Dasha Tsapenko with the project-manifest Growing Fur
Imagine a raincoat or a dress which you plant as a living creature, you take care of it and walk it outside when it rains in order to keep it living.
Such a new concept questions a common position of humans as a center of an ecosystem and provokes to reconsider their new place in the world.
Eindhoven Design Academy’s graduate, Dasha Tsapenko, created live fur from sprouted chia seeds. The idea of the project is to rethink the place of clothes in our lives and to change our ways of interacting with it. Dasha offers us a totally new approach instead of thoughtless consumption.
Atomik vodka by the Chernobyl Spirit Company
In this project, a team of Ukrainian and British scientists, Chernobyl Spirit Company, studied agricultural possibility in the Zone of Obligatory Resettlement which became radioactive after the Chernobyl nuclear disaster.

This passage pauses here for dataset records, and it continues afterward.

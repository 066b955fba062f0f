"""What the formula of a film tells about the gas it can give, where no record groups the film."""

from __future__ import annotations

import re
from collections.abc import Iterator

from builder.records.films import Film
from builder.records.terms import FilmFamily

_ELEMENT = re.compile(r"[A-Z][a-z]?")
_HYDROGEN_METALS = frozenset({"Al", "Zn", "Mg", "Sn"})
"""Metals that acids and alkalis dissolve with hydrogen."""
_PLATING_METALS = frozenset({"Cu", "Ag", "Au", "Pt", "Pd", "Ir", "Ru", "Rh", "Hg"})
"""Metals nobler than hydrogen: their ions plate out on bare silicon from hydrofluoric acid."""
_COMPOUND_FAMILIES = frozenset({FilmFamily.SEMICONDUCTOR, FilmFamily.OTHER})
_SULFIDE_WORDS = "sulfide"


def elements(film: Film) -> tuple[str, ...]:
    """Return the element symbols of the formula in the order written; none if it has no formula."""
    return tuple(_ELEMENT.findall(film.formula or ""))


def reacting_groups(film: Film) -> Iterator[str]:
    """Yield the groups of films that the formula puts it into."""
    found = elements(film)
    if film.family is FilmFamily.METAL and found and found[0] in _HYDROGEN_METALS:
        yield from ("aluminium", "hydrogen-metal")
    if film.family in _COMPOUND_FAMILIES:
        if "As" in found:
            yield "arsenide"
        if "P" in found:
            yield "phosphide"
        if found == ("Si",):
            yield "silicon"


def reacting_words(film: Film) -> Iterator[str]:
    """Yield the words by which rules name what no group of films stands for."""
    if film.family in _COMPOUND_FAMILIES and "S" in elements(film):
        yield _SULFIDE_WORDS


def hydride_of(film: Film) -> str | None:
    """Return the toxic gas that a compound of this formula can give in an acid, or None."""
    if film.family not in _COMPOUND_FAMILIES:
        return None
    found = elements(film)
    gases = {"As": "AsH3", "P": "PH3", "S": "H2S", "Se": "H2Se", "Sb": "SbH3", "Te": "H2Te"}
    given = [gas for element, gas in gases.items() if element in found]
    return " and ".join(given) or None


def is_plating_metal(film: Film) -> bool:
    """Tell whether ions of this film plate out on bare silicon from hydrofluoric acid."""
    return film.family is FilmFamily.METAL and bool(_PLATING_METALS.intersection(elements(film)))


def is_aluminium(film: Film) -> bool:
    """Tell whether the film is aluminium or an alloy of it."""
    return film.family is FilmFamily.METAL and elements(film)[:1] == ("Al",)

A professor of Environmental Science at Portsmouth University Jim Smith, ahead of the Radiometric Laboratory at the Ukrainian Hydrometeorological Institute and a Chernobyl “liquidator” Gennady Laptev, a geologist and radiochemist currently completing his Ph.D. at the Ukrainian Hydrometeorological Institute Kyrylo Korychensky work on Atomik project in their spare time along with their science studies.
They used crops grown in the Chernobyl Zone and contaminated with radioactive strontium-90 to produce the experimental Atomik vodka. As they found out distillation removed most impurities and radiation from the drink and made it safe for consumption.
In the ready drink, only a trace of carbon-14 can be found but its concentration is no higher than in any other alcoholic beverage. The distilled alcohol was diluted with mineral water from the deep aquifer below the town of Chernobyl about 10 km south to the nuclear power station.
It happened to be pure water with no traces of radioactive contamination and its chemical characteristics are similar to those of groundwaters in the Champagne region of France. The project proves that more than thirty years after the Chernobyl disaster land in the Exclusion Zone can now be used to produce crops that are safe to consume.
Atomik’s creators aim to involve locals who live in the Zone of Obligatory Resettlement and suffer from unemployment. 75% of profits from Atomik sales will go to support communities in the affected areas and wildlife conservation. An important role in this exhibition project was played by spatial scenography: the concept was developed by PROSO atelier.
Presented works were exposed on surfaces completely covered by a living green ecosystem. Visitors had the opportunity to observe how microgreens develop and change. At the end of the project, the grown roots were used in the production of ecological fur and various experiments.